樓外樓雖說自詡名門正派,但底下弟子繁多,也不見得個個都是好人。尤其上一任樓主,早年也是作孽無數,如今被人私下提起,也多的是有人叫他魔頭。

可跟那姓季的比又算什麽?

季晟名震江湖的第一樁事跡,就是只身闖大漠,一人一刀血洗了整個五延地宮,只因為一樁陳年舊怨。

全江湖皆知季晟是只瘋狗,錢財誘不動,道理說不聽,但凡惹他不快,就會被連著喉嚨被咬個鮮血淋漓,他們樓外樓以各種名義圍剿他數月,竟然也拿他沒辦法,還折了幾條人命在對方手裏。

這小東西作為季晟枕邊人,焉能不知季晟是什麽德行?

論殺人不眨眼,他哪裏比得過季晟,就讓他怕成這樣?

沈牧向來將外人看法當作狗屁,被人說是惡人,若放在平日,他倒也肯欣然接受。

可如此一對比,心裏卻莫名不太是滋味,頭一次想較個真兒。

“哦,他是好人。”沈牧點點頭,“我是壞人?”

下巴上的力道陡然重了幾分,洛聞心被捏的生疼,流了一點生理性的眼淚,仍然緊緊閉著嘴巴,沒有說話。

他看著沈牧驟然變得陰鷙的眼神,不由瑟縮了一下。

他想到這個男人方才僅憑單槍匹馬,就殺盡外面十多人,腦海中電光火石,忽然有了一個更加令自己膽寒的猜測——

眼前這個男人,就是他這個世界中的大反派。

洛聞心竭力回憶著他所記得不多的零零碎碎的原文劇情:大反派武功高,性情陰鷙,殺人不眨眼,喜怒無常。

一項一項,全都能跟這男人對應上。

猜測逐漸變成確信。

可、可是這麽說的話,自己落在了他手裏,豈、豈不是……

洛聞心眼睛一紅,“唰”的一下就掉起淚來。

沈牧看著少年淚滾滾的眼睛,心中愈發煩躁不快,可眼下也不是教訓他的時候。

方才那群人身上所戴腰牌,都刻了西山居的字樣。

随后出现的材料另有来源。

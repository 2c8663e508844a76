#include "rules/surge_current/resistor.hpp"

#include <fmt/format.h>

#include <cmath>

#include "rules/rating_support.hpp"

namespace mainscheck::rules {

namespace {

class SurgeCurrentResistor final : public Rule {
 public:
  const RuleInfo& info() const override {
    static const RuleInfo kInfo{
        "surge-current.resistor",
        "energy one switch-on at the crest puts into the series surge resistor of a capacitive dropper "
        "(R·∫i²dt from the solver, else C·V_pk²/2) against its derated single-pulse rating e_pulse",
        Severity::warning,
        "energy per switch-on ≈ C·V_pk²/2 in the series resistor (derived from E = CV²/2; 470 nF at 373 V: "
        "33 mJ); size the surge resistor for the pulse (manufacturer guidance, common practice)",
        {{"derating", 0.5, "",
          "fraction of the single-pulse rating one switch-on may use; switch-on repeats over life (common practice)"}},
        {{analysis::FrontEndType::resistor, analysis::FrontEndType::fusible_resistor}}};
    return kInfo;
  }

  void check(const CheckInput& in, const OptionsView& opts, FindingSink& out) const override {
    const auto high = high_line_rms(in);
    for (const auto& b : in.recognition.blocks) {
      if (b.kind != "capacitive-dropper") continue;
      auto role = b.roles.find("surge_resistor");
      if (role == b.roles.end()) continue;
      for (std::size_t i : role->second) {
        const auto rating = attribute_rating(in.info(i), "e_pulse");
        const auto& part = in.devices().parts[i];
        if (!part.value) continue;
        std::optional<Stress> energy;
        std::vector<std::string> notes;
        if (in.stress.inrush) {
          auto it = in.stress.inrush->per_part.find(i);
          if (it != in.stress.inrush->per_part.end()) {
            energy = Stress{*part.value * it->second.second, "switch-on at " + in.stress.inrush->where(i)};
            notes.push_back(fmt::format("E = R·∫i²dt = {} · {} A²s (solver, the larger of switch-on at either crest)",
                                        format_si(*part.value, "Ω"), fmt::format("{:.3g}", it->second.second)));
          }
        }
        auto c = b.figures.find("c_series_F");
        if (!energy && high && c != b.figures.end()) {
          // Charging an empty C from a step V through R dissipates C·V²/2 in R, whatever R is.
          const double v_pk = std::sqrt(2.0) * high->value * source_ratio_of(in, i);
          energy = Stress{c->second * v_pk * v_pk / 2.0, "switch-on at " + high->corner};
          notes.push_back(fmt::format("E = C·V_pk²/2 with C = {}, V_pk = {} (formula)", format_si(c->second, "F"),
                                      format_si(v_pk, "V")));
        }
        if (!energy || !rating) {  // rating-unknown reports a missing rating
          record_unchecked(in, i, "e_pulse", "J", energy, rating, opts.number("derating"), out);
          continue;
        }
        check_derated(in, info(), {i, "switch-on pulse energy", "e_pulse", "J", *energy, *rating,
                                   opts.number("derating"), notes},
                      out);
      }
    }
  }
};

}  // namespace

std::unique_ptr<Rule> make_surge_current_resistor_rule() { return std::make_unique<SurgeCurrentResistor>(); }

}  // namespace mainscheck::rules
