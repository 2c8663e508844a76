// The HTML report rendered by a real browser: headless Chromium (Debian package `chromium`) loads
// the page from a file, and the DOM it builds must hold the plots as SVG elements (not text), the
// diagram and the caution; a screenshot must come out. Skipped when Chromium is not installed,
// unless MAINSCHECK_REQUIRE_TOOLS=1 (./setup.sh test), which turns the skip into a failure.
#include <gtest/gtest.h>

#include <cstdlib>
#include <optional>
#include <string>

#include "support/cli_runner.hpp"

namespace mainscheck::test_support {
namespace {

std::size_t count(const std::string& hay, const std::string& needle) {
  std::size_t n = 0;
  for (std::size_t p = hay.find(needle); p != std::string::npos; p = hay.find(needle, p + needle.size())) ++n;
  return n;
}

/// Chromium from MAINSCHECK_CHROMIUM or the PATH (Debian names it `chromium`).
std::optional<std::string> find_chromium() {
  if (const char* env = std::getenv("MAINSCHECK_CHROMIUM"); env != nullptr && *env != '\0') return std::string(env);
  const char* path = std::getenv("PATH");
  std::string_view rest(path == nullptr ? "" : path);
  while (!rest.empty()) {
    const std::size_t colon = rest.find(':');
    const std::string dir(rest.substr(0, colon));
    rest = colon == std::string_view::npos ? std::string_view{} : rest.substr(colon + 1);
    for (const char* name : {"chromium", "chromium-browser"}) {
      const std::filesystem::path p = std::filesystem::path(dir.empty() ? "." : dir) / name;
      if (::access(p.c_str(), X_OK) == 0) return p.string();
    }
  }
  return std::nullopt;
}

bool tools_required() {
  const char* v = std::getenv("MAINSCHECK_REQUIRE_TOOLS");
  return v != nullptr && std::string(v) == "1";
}

/// Runs headless Chromium with a throwaway profile under `dir` and a wall-clock bound.
ProcessResult run_chromium(const std::string& chromium, const std::filesystem::path& dir,
                           std::vector<std::string> args) {
  std::vector<std::string> argv{chromium,
                                "--headless",
                                "--no-sandbox",
                                "--disable-gpu",
                                "--disable-dev-shm-usage",
                                "--no-first-run",
                                "--disable-extensions",
                                "--user-data-dir=" + (dir / "profile").string()};
  argv.insert(argv.end(), args.begin(), args.end());
  ProcessOptions opt;
  opt.timeout = std::chrono::seconds(90);
  // Keep Chromium's caches and crash reports inside the test's directory.
  opt.env = {{"HOME", dir.string()}, {"XDG_CONFIG_HOME", (dir / "config").string()},
             {"XDG_CACHE_HOME", (dir / "cache").string()}};
  return run_process(argv, opt);
}

class HtmlRender : public ::testing::Test {
 protected:
  void SetUp() override {
    chromium_ = find_chromium();
    if (!chromium_) {
      if (tools_required()) FAIL() << "chromium not found and MAINSCHECK_REQUIRE_TOOLS=1 (Debian package chromium)";
      GTEST_SKIP() << "chromium not found on PATH (Debian package chromium); set MAINSCHECK_CHROMIUM to its path";
    }
    ASSERT_FALSE(dir_.path().empty());
    page_ = dir_.path() / "report.html";
    const ProcessResult r = run_mainscheck(
        {"-q", "check", "examples/bench-supply-bridge.cir", "--format", "html", "--output", "html=" + page_.string()});
    ASSERT_TRUE(r.exited()) << r.err;
    ASSERT_TRUE(std::filesystem::exists(page_));
  }

  std::optional<std::string> chromium_;
  TempDir dir_{"html-render"};
  std::filesystem::path page_;
};

TEST_F(HtmlRender, DomHoldsThePlotsAsSvgElements) {
  const ProcessResult r = run_chromium(*chromium_, dir_.path(), {"--dump-dom", "file://" + page_.string()});
  ASSERT_TRUE(r.exited()) << "chromium did not finish: " << r.error << r.err;
  ASSERT_EQ(r.exit_code, 0) << r.err;
  const std::string& dom = r.out;
  ASSERT_NE(dom.find("<body>"), std::string::npos) << dom.substr(0, 500);
  // The serialised DOM carries the SVG elements the parser built: three plots (bridge diode
  // currents, reservoir voltage, inrush) with six traces, and the block diagram.
  EXPECT_EQ(count(dom, "<svg class=\"plot\""), 3u);
  EXPECT_EQ(count(dom, "<polyline class=\"trace\""), 6u);
  EXPECT_EQ(count(dom, "<svg class=\"diagram\""), 1u);
  EXPECT_NE(dom.find("<p class=\"caution\" role=\"note\">Caution: mains voltages are lethal."), std::string::npos);
  // Text that the page escaped stays text: no element appeared that the writer did not emit.
  EXPECT_EQ(dom.find("<script"), std::string::npos);
}

TEST_F(HtmlRender, ScreenshotIsAPng) {
  const auto shot = dir_.path() / "shot.png";
  const ProcessResult r = run_chromium(*chromium_, dir_.path(),
                                       {"--hide-scrollbars", "--window-size=1200,1600",
                                        "--screenshot=" + shot.string(), "file://" + page_.string()});
  ASSERT_TRUE(r.exited()) << "chromium did not finish: " << r.error << r.err;
  ASSERT_TRUE(std::filesystem::exists(shot)) << r.err;
  const std::string png = slurp(shot);
  ASSERT_GT(png.size(), 60000u);  // a blank 1200×2000 page is about 11 kB
  EXPECT_EQ(png.substr(0, 8), std::string("\x89PNG\r\n\x1a\n", 8));
}

}  // namespace
}  // namespace mainscheck::test_support
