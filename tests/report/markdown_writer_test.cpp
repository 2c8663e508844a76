// The Markdown checklist (report/markdown_writer.cpp, verdict matrix in report/verdicts.cpp): a rule
// with nothing to check in a block is "not applicable", never "pass"; a rating the rule could not
// compare makes its cell "not verified"; each rule's basis is printed once and cites no source file.
#include <gtest/gtest.h>

#include <regex>
#include <string>

#include "support/cli_runner.hpp"

namespace mainscheck::test_support {
namespace {

std::string checklist(const std::string& example) {
  const ProcessResult r = run_mainscheck({"-q", "check", "examples/" + example + ".cir", "--format", "markdown"});
  EXPECT_TRUE(r.exited()) << r.error;
  return r.out;
}

TEST(MarkdownChecklist, RulesWithNothingToCheckInABlockAreNotApplicable) {
  const std::string md = checklist("lamp-dimmer-triac");
  // B1 holds only the fuse RF1: no triac, diode, varistor or capacitor there.
  EXPECT_NE(md.find("| [ ] | `current-rating.triac` | B1 protection | not applicable | — |"), std::string::npos) << md;
  EXPECT_NE(md.find("| [ ] | `voltage-rating.diode` | B1 protection | not applicable | — |"), std::string::npos);
  EXPECT_NE(md.find("| [ ] | `varistor` | B1 protection | not applicable | — |"), std::string::npos);
  // B2 holds the triac XT1 (rated 8 A, 436 mA at high line): the rule applies and passes.
  EXPECT_NE(md.find("| [ ] | `current-rating.triac` | B2 phase-control | pass | — |"), std::string::npos);
  // The fuse rule applies to B1 (its fuse) and not to B2.
  EXPECT_NE(md.find("| [ ] | `fuse` | B2 phase-control | not applicable | — |"), std::string::npos);
  EXPECT_EQ(md.find("| `current-rating.triac` | B1 protection | pass"), std::string::npos);
}

TEST(MarkdownChecklist, AnUncomparedRatingIsNotVerifiedNeverPass) {
  // The fuse RF1 in B1 has no melting integral (i2t_melt): its switch-on pulse cannot be compared.
  const std::string md = checklist("lamp-dimmer-triac");
  EXPECT_NE(md.find("| [ ] | `fuse` | B1 protection | not verified | RF1 |"), std::string::npos) << md;
}

TEST(MarkdownChecklist, BasisOncePerRuleCitingNoSourceFile) {
  const std::string md = checklist("bench-supply-bridge");
  const std::size_t bases = md.find("## Basis of each rule");
  ASSERT_NE(bases, std::string::npos);
  EXPECT_EQ(md.find("— basis:"), std::string::npos);  // not repeated on every finding
  EXPECT_EQ(md.find("- `fuse`: "), md.rfind("- `fuse`: "));
  EXPECT_FALSE(std::regex_search(md, std::regex(R"([a-z_/]+\.(hpp|cpp)\b)"))) << "a basis cites a source file";
}

TEST(MarkdownChecklist, PartRatingsTableIsSortedWorstFirst) {
  const std::string md = checklist("bench-supply-bridge");
  const std::size_t table = md.find("## Part ratings");
  ASSERT_NE(table, std::string::npos);
  // RF1's pulse I²t (2.71 A²s with the IEC 60725 source impedance, against 22 % of 4.5 A²s) is the
  // worst margin: the first row.
  const std::size_t first = md.find("| RF1 | fuse | B1 | i2t | 4.5 A²s | annotation | 0.99 A²s | 2.71 A²s | "
                                    "high-line, positive crest | -174 % | fail |",
                                    table);
  EXPECT_NE(first, std::string::npos) << md.substr(table, 1500);
  EXPECT_LT(first, md.find("| unknown |", table));
  EXPECT_LT(md.find("| unknown |", table), md.find("| pass |", table));
}

}  // namespace
}  // namespace mainscheck::test_support
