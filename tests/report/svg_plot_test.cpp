// The SVG plot writer (report/svg_plot.*): tick choice, SI tick labels, fixed-precision numbers,
// bounded points per trace, escaped labels, one polyline per series and identical bytes per input.
#include "report/svg_plot.hpp"

#include <gtest/gtest.h>

#include <cmath>
#include <numbers>

namespace mainscheck::report {
namespace {

std::size_t count(const std::string& hay, const std::string& needle) {
  std::size_t n = 0;
  for (std::size_t p = hay.find(needle); p != std::string::npos; p = hay.find(needle, p + needle.size())) ++n;
  return n;
}

Plot sine_plot(std::size_t samples) {
  Plot p;
  p.title = "test";
  p.y_label = "current";
  p.y_unit = "A";
  PlotSeries s{"I1", {}, {}};
  for (std::size_t k = 0; k < samples; ++k) {
    const double t = 0.02 * static_cast<double>(k) / static_cast<double>(samples - 1);
    s.x.push_back(t);
    s.y.push_back(2.5 * std::sin(2 * std::numbers::pi * 50 * t));
  }
  p.series.push_back(s);
  return p;
}

TEST(NiceTicks, StepsOfOneTwoOrFiveCoveringTheRange) {
  // 0 … 20 ms in about 8 intervals: 2.5 ms rounds to a 2 ms step.
  const auto t = nice_ticks(0, 0.02, 8);
  ASSERT_EQ(t.size(), 11u);
  EXPECT_EQ(t.front(), 0.0);
  EXPECT_NEAR(t[1], 0.002, 1e-15);
  EXPECT_NEAR(t.back(), 0.02, 1e-15);
  // -2.5 … 2.5 A in about 5: step 1 A, ends widened to whole steps.
  const auto y = nice_ticks(-2.5, 2.5, 5);
  EXPECT_EQ(y, (std::vector<double>{-3, -2, -1, 0, 1, 2, 3}));
  // A range end a hair past zero (solver leakage) does not add a tick below zero.
  const auto z = nice_ticks(-1e-9, 2.6, 5);
  EXPECT_EQ(z.front(), 0.0);
  // A flat trace still gets an axis.
  EXPECT_GE(nice_ticks(5, 5, 5).size(), 2u);
  EXPECT_TRUE(nice_ticks(0, std::nan(""), 5).empty());
}

TEST(TickLabel, SiPrefixesAndAnExactZero) {
  EXPECT_EQ(tick_label(0.002, "s"), "2 ms");
  EXPECT_EQ(tick_label(-0.5, "A"), "-500 mA");
  EXPECT_EQ(tick_label(350, "V"), "350 V");
  EXPECT_EQ(tick_label(1500, "V"), "1500 V");  // volts below 10 k stay plain, as on datasheets
  EXPECT_EQ(tick_label(0, "A"), "0 A");
}

TEST(SvgNumber, OneDecimalAndNoNegativeZero) {
  EXPECT_EQ(svg_number(12.345), "12.3");
  EXPECT_EQ(svg_number(-0.01), "0.0");
  EXPECT_EQ(svg_number(-3.26), "-3.3");
  EXPECT_EQ(svg_number(std::nan("")), "0.0");
}

TEST(SvgPlot, OnePolylinePerSeriesWithBoundedPoints) {
  Plot p = sine_plot(20001);
  p.max_points = 300;
  PlotSeries second = p.series.front();
  second.label = "I2";
  for (double& v : second.y) v *= 0.5;
  p.series.push_back(second);
  const std::string svg = svg_plot(p);
  EXPECT_EQ(svg.rfind("<svg class=\"plot\"", 0), 0u);
  EXPECT_EQ(count(svg, "<polyline class=\"trace\""), 2u);
  EXPECT_EQ(count(svg, "<text class=\"legend\""), 2u);
  const std::size_t pts = svg.find("points=\"");
  const std::string first_points = svg.substr(pts, svg.find('"', pts + 8) - pts);
  EXPECT_LE(count(first_points, ","), 300u);
  EXPECT_GE(count(first_points, ","), 200u);
  // Axis labels with units and SI ticks; the second series is dashed so coinciding traces show.
  EXPECT_NE(svg.find(">time (s)</text>"), std::string::npos);
  EXPECT_NE(svg.find(">current (A)</text>"), std::string::npos);
  EXPECT_NE(svg.find(">10 ms</text>"), std::string::npos);
  EXPECT_NE(svg.find(">-3 A</text>"), std::string::npos);
  EXPECT_NE(svg.find("stroke-dasharray=\"7 4\""), std::string::npos);
  EXPECT_EQ(svg.find("http"), std::string::npos);  // inline in HTML5: no namespace URL needed
  EXPECT_EQ(svg_plot(p), svg);                       // same data, same bytes
}

TEST(SvgPlot, EscapesTitlesAndLabels) {
  Plot p = sine_plot(10);
  p.title = "<script>alert(1)</script>";
  p.series.front().label = "R\"1\" & <b>";
  const std::string svg = svg_plot(p);
  EXPECT_EQ(svg.find("<script"), std::string::npos);
  EXPECT_EQ(svg.find("<b>"), std::string::npos);
  EXPECT_NE(svg.find("&lt;script&gt;alert(1)&lt;/script&gt;"), std::string::npos);
  EXPECT_NE(svg.find("R&quot;1&quot; &amp; &lt;b&gt;"), std::string::npos);
}

TEST(SvgPlot, SkipsNonFiniteSamples) {
  Plot p = sine_plot(10);
  p.series.front().y[3] = std::nan("");
  p.series.front().y[4] = INFINITY;
  const std::string svg = svg_plot(p);
  const std::size_t pts = svg.find("points=\"");
  EXPECT_EQ(count(svg.substr(pts, svg.find('"', pts + 8) - pts), ","), 8u);
  EXPECT_EQ(svg.find("nan"), std::string::npos);
  EXPECT_EQ(svg.find("inf"), std::string::npos);
}

}  // namespace
}  // namespace mainscheck::report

西山居是這西北一代獨大的勢力,向來只認親疏不論事理。樓外樓搶了他們的生意,被盯上是早晚的事。

馬車壞了,陸路也不能再走,目標太明顯,如今只有先從水路避上一陣子。

他也顧不得再憐香惜玉,將人攔腰一提,冷聲道:“閉氣。”

洛聞心還沒反應過來,不知道為什麽突然就要閉氣,就被拎了起來。

沈牧拉他出了馬車,洛聞心剛要試圖掙紮,沈牧便施展輕功,帶著他一同紮入了就近的湖水裏。

初春,又是夜晚,湖水微涼。

這種程度的涼氣,對於沈牧這樣的習武之人來說,簡直算不得什麽,對於身體康健的常人來說,在裏頭浸上一時半刻,也不至於生病。

可偏偏是洛聞心。

水漫過他肩膀的那一刻,洛聞心就開始撲騰了起來,甚至忘了沈牧方才叮囑他的“閉氣”。

“我、我不要……”

別的東西,洛聞心其實都記不太清了,可只有一點,深深的刻在他的腦海裏:原書中,自己就是被那個大反派按在水裏,生生窒息而死的!